◆ **WHAT TO PRODUCE**: In the entries below, some lines hold the string "says"; please say how many, giving the number and nothing else.

◆ **Items from a dataset**:
#####

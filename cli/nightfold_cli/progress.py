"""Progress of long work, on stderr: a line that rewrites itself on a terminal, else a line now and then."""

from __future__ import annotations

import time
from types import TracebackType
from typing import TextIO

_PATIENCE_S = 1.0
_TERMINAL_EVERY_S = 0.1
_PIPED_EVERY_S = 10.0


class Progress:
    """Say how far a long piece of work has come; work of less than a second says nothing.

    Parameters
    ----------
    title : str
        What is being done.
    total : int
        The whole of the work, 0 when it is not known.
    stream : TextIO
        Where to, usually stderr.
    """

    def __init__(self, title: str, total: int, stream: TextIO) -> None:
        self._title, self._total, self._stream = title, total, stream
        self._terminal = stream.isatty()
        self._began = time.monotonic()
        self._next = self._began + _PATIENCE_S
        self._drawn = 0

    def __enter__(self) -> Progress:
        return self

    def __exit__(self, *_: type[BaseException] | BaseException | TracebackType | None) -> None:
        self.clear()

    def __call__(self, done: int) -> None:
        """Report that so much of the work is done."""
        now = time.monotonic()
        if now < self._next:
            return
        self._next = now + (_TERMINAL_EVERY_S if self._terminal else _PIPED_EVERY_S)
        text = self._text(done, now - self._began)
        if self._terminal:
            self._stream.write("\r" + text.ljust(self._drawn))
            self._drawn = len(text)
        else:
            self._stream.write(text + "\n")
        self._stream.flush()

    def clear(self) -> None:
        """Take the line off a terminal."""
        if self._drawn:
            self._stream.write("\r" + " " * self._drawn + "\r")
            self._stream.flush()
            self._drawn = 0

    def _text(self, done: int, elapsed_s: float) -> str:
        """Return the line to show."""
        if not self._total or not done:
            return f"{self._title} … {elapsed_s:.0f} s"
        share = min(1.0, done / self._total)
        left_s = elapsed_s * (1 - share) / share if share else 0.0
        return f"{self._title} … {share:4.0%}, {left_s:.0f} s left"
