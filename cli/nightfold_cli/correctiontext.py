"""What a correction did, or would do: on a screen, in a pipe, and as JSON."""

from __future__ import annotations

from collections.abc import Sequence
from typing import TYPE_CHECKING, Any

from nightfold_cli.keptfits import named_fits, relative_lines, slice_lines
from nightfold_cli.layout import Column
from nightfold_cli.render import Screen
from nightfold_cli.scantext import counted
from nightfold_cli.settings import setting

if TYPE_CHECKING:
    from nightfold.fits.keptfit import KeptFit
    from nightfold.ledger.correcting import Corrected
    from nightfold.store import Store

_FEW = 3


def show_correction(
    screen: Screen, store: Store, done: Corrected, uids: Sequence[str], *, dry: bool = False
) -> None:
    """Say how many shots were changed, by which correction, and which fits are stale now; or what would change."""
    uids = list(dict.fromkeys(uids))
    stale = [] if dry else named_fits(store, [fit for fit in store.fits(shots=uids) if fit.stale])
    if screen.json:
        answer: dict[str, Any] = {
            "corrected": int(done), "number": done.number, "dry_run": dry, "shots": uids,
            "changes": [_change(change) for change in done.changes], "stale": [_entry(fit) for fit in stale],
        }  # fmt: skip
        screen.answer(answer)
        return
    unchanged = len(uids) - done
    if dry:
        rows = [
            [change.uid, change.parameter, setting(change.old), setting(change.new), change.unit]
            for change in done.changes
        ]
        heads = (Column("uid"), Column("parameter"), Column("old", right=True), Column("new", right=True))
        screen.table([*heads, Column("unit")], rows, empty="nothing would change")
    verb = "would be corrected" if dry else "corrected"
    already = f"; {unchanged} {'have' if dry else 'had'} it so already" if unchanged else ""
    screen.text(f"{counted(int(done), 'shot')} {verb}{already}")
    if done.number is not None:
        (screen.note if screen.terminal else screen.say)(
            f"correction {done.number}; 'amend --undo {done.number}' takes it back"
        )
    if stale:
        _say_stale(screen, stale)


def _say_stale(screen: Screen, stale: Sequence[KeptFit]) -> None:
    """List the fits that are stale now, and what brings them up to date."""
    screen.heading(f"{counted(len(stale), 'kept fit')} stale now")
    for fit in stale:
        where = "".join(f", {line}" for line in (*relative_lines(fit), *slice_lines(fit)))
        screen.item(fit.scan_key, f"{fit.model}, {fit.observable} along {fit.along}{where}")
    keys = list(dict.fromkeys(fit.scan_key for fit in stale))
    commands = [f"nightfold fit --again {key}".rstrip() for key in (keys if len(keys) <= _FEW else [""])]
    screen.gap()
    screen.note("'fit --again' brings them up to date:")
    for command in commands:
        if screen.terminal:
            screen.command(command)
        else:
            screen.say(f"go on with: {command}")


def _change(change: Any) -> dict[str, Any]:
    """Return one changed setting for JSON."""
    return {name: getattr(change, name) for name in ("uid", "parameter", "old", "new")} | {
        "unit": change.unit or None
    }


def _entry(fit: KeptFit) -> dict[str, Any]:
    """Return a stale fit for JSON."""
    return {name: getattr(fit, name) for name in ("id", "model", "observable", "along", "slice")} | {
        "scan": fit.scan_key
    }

#####

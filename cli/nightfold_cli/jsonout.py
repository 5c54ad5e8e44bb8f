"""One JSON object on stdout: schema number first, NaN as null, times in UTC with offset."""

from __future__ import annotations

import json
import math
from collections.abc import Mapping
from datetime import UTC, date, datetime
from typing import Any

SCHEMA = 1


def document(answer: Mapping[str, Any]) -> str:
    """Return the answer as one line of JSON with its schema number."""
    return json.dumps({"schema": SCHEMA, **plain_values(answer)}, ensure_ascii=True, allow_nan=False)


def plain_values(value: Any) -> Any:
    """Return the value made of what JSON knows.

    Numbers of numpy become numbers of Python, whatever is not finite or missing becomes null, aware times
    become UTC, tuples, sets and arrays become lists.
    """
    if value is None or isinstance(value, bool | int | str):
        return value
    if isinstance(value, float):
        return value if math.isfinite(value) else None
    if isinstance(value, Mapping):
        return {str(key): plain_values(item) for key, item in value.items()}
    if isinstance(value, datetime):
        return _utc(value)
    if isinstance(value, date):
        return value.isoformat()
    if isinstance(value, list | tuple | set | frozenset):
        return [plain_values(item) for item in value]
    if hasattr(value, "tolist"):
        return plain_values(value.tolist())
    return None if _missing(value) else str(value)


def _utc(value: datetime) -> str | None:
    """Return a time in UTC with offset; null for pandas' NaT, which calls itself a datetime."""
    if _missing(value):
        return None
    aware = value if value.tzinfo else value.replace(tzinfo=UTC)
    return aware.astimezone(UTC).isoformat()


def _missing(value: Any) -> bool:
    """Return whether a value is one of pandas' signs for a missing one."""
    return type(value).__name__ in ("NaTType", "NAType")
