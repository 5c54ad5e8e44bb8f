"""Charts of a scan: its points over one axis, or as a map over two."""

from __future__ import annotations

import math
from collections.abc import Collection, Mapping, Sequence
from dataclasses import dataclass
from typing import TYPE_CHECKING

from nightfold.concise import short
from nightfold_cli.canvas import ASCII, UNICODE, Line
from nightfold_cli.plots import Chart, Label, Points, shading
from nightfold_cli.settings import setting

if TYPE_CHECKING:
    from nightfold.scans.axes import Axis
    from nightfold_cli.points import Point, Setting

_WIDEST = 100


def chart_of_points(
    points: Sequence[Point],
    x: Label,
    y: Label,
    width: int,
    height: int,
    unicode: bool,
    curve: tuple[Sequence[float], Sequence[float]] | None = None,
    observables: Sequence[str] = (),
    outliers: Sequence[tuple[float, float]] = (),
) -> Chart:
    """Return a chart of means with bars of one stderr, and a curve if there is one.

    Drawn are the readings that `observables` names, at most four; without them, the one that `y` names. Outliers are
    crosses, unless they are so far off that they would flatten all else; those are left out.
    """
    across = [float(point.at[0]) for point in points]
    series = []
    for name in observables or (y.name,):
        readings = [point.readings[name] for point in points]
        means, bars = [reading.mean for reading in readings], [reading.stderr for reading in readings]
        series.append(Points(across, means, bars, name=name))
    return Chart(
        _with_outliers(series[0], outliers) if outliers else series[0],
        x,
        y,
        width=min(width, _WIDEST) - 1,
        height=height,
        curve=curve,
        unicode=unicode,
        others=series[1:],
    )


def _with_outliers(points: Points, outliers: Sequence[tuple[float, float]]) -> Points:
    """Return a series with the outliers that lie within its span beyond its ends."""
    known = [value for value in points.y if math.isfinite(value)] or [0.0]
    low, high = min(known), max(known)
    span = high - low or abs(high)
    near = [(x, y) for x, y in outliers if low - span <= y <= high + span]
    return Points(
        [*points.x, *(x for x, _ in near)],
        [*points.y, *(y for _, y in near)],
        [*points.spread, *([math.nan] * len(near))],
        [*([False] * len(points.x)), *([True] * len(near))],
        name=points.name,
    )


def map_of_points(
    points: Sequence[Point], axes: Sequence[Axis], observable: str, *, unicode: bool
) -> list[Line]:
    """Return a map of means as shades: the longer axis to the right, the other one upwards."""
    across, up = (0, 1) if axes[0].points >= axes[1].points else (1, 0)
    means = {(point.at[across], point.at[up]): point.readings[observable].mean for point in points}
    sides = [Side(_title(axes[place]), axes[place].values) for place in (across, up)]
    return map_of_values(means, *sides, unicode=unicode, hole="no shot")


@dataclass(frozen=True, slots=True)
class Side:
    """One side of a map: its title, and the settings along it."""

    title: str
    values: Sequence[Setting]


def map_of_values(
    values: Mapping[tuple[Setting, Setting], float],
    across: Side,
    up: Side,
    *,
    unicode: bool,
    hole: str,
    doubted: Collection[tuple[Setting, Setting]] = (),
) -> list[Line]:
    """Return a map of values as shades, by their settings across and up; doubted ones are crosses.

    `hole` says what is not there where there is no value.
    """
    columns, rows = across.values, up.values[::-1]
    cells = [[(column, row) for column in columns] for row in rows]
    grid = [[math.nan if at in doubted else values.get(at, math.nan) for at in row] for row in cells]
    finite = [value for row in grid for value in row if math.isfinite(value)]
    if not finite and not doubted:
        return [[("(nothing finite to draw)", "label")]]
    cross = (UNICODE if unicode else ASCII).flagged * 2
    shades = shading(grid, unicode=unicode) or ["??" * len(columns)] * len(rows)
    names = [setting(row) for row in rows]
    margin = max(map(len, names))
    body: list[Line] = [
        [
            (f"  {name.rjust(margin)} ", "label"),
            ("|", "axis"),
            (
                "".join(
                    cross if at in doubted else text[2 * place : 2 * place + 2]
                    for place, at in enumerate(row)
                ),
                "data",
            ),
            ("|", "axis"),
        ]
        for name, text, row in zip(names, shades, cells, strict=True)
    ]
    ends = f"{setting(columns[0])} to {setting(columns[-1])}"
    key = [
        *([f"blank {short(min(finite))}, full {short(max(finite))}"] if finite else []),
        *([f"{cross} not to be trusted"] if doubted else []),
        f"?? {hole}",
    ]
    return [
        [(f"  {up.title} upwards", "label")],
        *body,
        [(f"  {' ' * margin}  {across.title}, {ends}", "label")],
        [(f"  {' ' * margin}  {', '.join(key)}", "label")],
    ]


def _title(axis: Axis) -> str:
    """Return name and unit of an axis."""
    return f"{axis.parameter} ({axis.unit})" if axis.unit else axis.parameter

#####

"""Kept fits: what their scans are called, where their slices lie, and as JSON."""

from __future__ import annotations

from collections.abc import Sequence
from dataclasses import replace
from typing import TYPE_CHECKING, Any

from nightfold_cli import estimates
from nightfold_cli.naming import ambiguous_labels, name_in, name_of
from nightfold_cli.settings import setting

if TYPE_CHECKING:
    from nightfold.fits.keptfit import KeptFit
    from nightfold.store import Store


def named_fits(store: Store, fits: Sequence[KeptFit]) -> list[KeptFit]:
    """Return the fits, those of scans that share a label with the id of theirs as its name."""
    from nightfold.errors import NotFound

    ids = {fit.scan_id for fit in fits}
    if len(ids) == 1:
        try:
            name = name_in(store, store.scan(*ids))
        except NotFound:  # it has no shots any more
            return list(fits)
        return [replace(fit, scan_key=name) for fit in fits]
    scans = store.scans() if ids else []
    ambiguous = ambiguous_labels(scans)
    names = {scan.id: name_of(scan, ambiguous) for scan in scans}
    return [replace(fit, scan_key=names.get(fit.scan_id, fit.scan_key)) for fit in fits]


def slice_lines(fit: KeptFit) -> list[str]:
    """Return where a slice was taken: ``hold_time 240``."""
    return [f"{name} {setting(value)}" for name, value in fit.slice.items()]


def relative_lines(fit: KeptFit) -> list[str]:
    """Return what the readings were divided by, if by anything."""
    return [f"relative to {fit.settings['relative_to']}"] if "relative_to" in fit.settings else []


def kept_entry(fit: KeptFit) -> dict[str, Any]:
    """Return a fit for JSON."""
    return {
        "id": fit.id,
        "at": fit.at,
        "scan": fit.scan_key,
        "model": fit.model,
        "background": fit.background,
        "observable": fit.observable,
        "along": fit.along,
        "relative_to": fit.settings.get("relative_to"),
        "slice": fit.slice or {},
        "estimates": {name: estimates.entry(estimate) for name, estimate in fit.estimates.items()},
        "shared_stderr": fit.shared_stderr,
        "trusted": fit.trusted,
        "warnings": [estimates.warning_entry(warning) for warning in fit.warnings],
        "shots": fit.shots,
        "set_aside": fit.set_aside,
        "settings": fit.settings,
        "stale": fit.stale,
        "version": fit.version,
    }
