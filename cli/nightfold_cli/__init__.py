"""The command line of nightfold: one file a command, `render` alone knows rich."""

#####

◆ **RESPONSE TO THE TASK**: 2